Enhanced aromatic compound degradation capacity in Alphaproteobacteria MAGs restricted to the Canada Basin
We hypothesized that an enhanced capability for aromatic compound degradation may be implicated in the evolutionary adaptation of the Arctic Ocean populations. We therefore compared the abundance and diversity of aromatic compound degradation genes between the Arctic MAGs and the set of their closest relatives. Between 1.5 and 4% of the genes with an EC annotation was annotated with an EC from lignin-derived aromatic compound degradation pathways for both the Arctic MAGs and genomes from other oceans (Fig. 7). However, out of the 16 Arctic Ocean MAGs, 10 possessed a higher diversity of marker genes, and 14 possessed a higher number of marker gene copies than their sister taxa from other oceans (Fig. 7). This is despite the difference in genome completeness estimated for the reference MAGs (64–98%) compared to the Arctic Ocean MAGs (range of 42–95% completeness). Some marker genes were found exclusively in our Arctic Alphaproteobacteria MAGs, including those for the degradation of catechol to 3-oxoadipate, phenol 1, dehydrodivanillate, protocatechuate 1, cinnamate, and resorcinol (Fig. 7). Other marker genes were found exclusively in the reference MAGs, such as genes for the degradation of benzoyl-CoA II, gallate I and III, m-cresol, and γ-resorcylate.
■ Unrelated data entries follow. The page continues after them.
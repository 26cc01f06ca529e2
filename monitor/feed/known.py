"""What is known: the files accepted and refused, folded from the ledger, and the view of them at one sequence."""

from __future__ import annotations

import sqlite3
from collections.abc import Iterable
from dataclasses import dataclass
from datetime import date

from monitor.facts import Entry, FileAccepted, FileRefused, UsedFile
from monitor.words import FileKind

TABLES = """
CREATE TABLE accepted (
    seq INTEGER PRIMARY KEY, name TEXT, kind TEXT, source TEXT, day TEXT, sha256 TEXT, first TEXT, last TEXT) STRICT;
CREATE INDEX accepted_identity ON accepted (kind, day, source, seq);
CREATE TABLE refused (
    seq INTEGER PRIMARY KEY, name TEXT, kind TEXT, source TEXT, day TEXT, sha256 TEXT, reason TEXT) STRICT;
CREATE INDEX refused_name ON refused (name, sha256);
CREATE INDEX refused_day ON refused (day);
"""


def record(index: sqlite3.Connection, entry: Entry) -> None:
    """Fold one ledger entry into the tables."""
    fact = entry.fact
    if isinstance(fact, FileAccepted):
        index.execute(
            "INSERT INTO accepted VALUES (?, ?, ?, ?, ?, ?, ?, ?)",
            (
                entry.seq,
                fact.name,
                fact.file,
                fact.source,
                _text(fact.day),
                fact.sha256,
                *map(_text, (fact.first, fact.last)),
            ),
        )
    elif isinstance(fact, FileRefused):
        reason = str(fact.findings[0]) if fact.findings else "refused"
        index.execute(
            "INSERT INTO refused VALUES (?, ?, ?, ?, ?, ?, ?)",
            (entry.seq, fact.name, fact.file, fact.source, _text(fact.day), fact.sha256, reason),
        )


def _text(day: date | None) -> str:
    return day.isoformat() if day else ""


@dataclass(frozen=True)
class Known:
    """The files in effect for business dates up to `until`, as accepted up to the ledger sequence `seq`."""

    index: sqlite3.Connection
    seq: int
    until: date

    def files(self, kind: FileKind, since: date | None = None) -> list[UsedFile]:
        """The newest accepted file of each identity, by day, source. Files without a date come with day None."""
        rows = self.index.execute(
            "SELECT day, source, sha256, MAX(seq) FROM accepted WHERE kind = ? AND seq <= ? AND day <= ?"
            " AND (day = '' OR day >= ?) GROUP BY day, source ORDER BY day, source",
            (kind, self.seq, self.until.isoformat(), _text(since)),
        )
        return [UsedFile(kind, source, _day(day), sha256) for day, source, sha256, _ in rows]

    def of_day(self, kind: FileKind, day: date) -> list[UsedFile]:
        return [file for file in self.files(kind, since=day) if file.day == day]

    def refusals(self, day: date) -> list[str]:
        """Why files of this day, or files without a day, were refused and not mended since."""
        rows = self.index.execute(
            "SELECT reason FROM refused AS r WHERE kind IS NOT NULL AND day IN (?, '') AND seq <= ?"
            " AND NOT EXISTS (SELECT 1 FROM accepted AS a WHERE a.kind = r.kind AND a.source = r.source"
            " AND a.day = r.day AND a.seq > r.seq AND a.seq <= ?)"
            " AND seq = (SELECT MAX(seq) FROM refused AS s WHERE s.name = r.name AND s.seq <= ?) ORDER BY name",
            (day.isoformat(), self.seq, self.seq, self.seq),
        )
        return [reason for (reason,) in rows]

    def all_files(self) -> Iterable[UsedFile]:
        for kind in FileKind:
            yield from self.files(kind)


def in_effect(index: sqlite3.Connection, kind: FileKind, source: str, day: date | None) -> str | None:
    """The hash of the file that counts now for an identity."""
    row = index.execute(
        "SELECT sha256 FROM accepted WHERE kind = ? AND source = ? AND day = ? ORDER BY seq DESC LIMIT 1",
        (kind, source, _text(day)),
    ).fetchone()
    return row[0] if row else None


def refused_before(index: sqlite3.Connection, name: str, sha256: str | None) -> bool:
    """Whether this very content was the last thing refused under this name, and nothing accepted since."""
    row = index.execute("SELECT seq, sha256 FROM refused WHERE name = ? ORDER BY seq DESC LIMIT 1", (name,)).fetchone()
    if row is None or row[1] != sha256:
        return False
    later = index.execute("SELECT 1 FROM accepted WHERE name = ? AND seq > ?", (name, row[0])).fetchone()
    return later is None


def _day(text: str) -> date | None:
    return date.fromisoformat(text) if text else None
Every single Arctic MAG contained at least one and up to seven marker genes that were not found in its closest related genome from other oceans (Fig. 7). These included gentisate 1,2-dioxygenase (K00450) in Rhodosp-CB4_SCM, Defluvii-CB9_331, UBA2966-CBN3_323, Thalasso-CBN3_331, and Rhodobact-CB21_SCM, as well as vanillate O-demethylase (K03862) in Rhodosp-CB6_Bottom and Rhodosp-CB9_331.1 or benzoate CoA-ligase (K04110) in UBA6615-CBN3_323 and Rhodosp-CB9_331.2. These genes were the most abundant in the metagenomes and metatranscriptomes and most common throughout the Arctic Ocean microbiomes (Fig. 4 a–c). The three MAGs with the highest number of aromatic compound degradation gene copies (Defluvii-CB21_SCM.1, Rhodosp-CB9_331.1, and Defluvii-CB9_331) all possessed more copies of the vanillate O-demethylase (K03862) gene than their sister genomes. In addition, all of their sister genomes lacked the protocatechuate ring-opening genes (K04101 or K00449). A vast majority of the marker genes were also expressed in our Arctic Ocean MAGs (Fig. 7, right panel), and we found only gentisate 1,2-dioxygenase (K00450) slightly expressed in the MarineAlpha10_Bin2 of the reference genomes.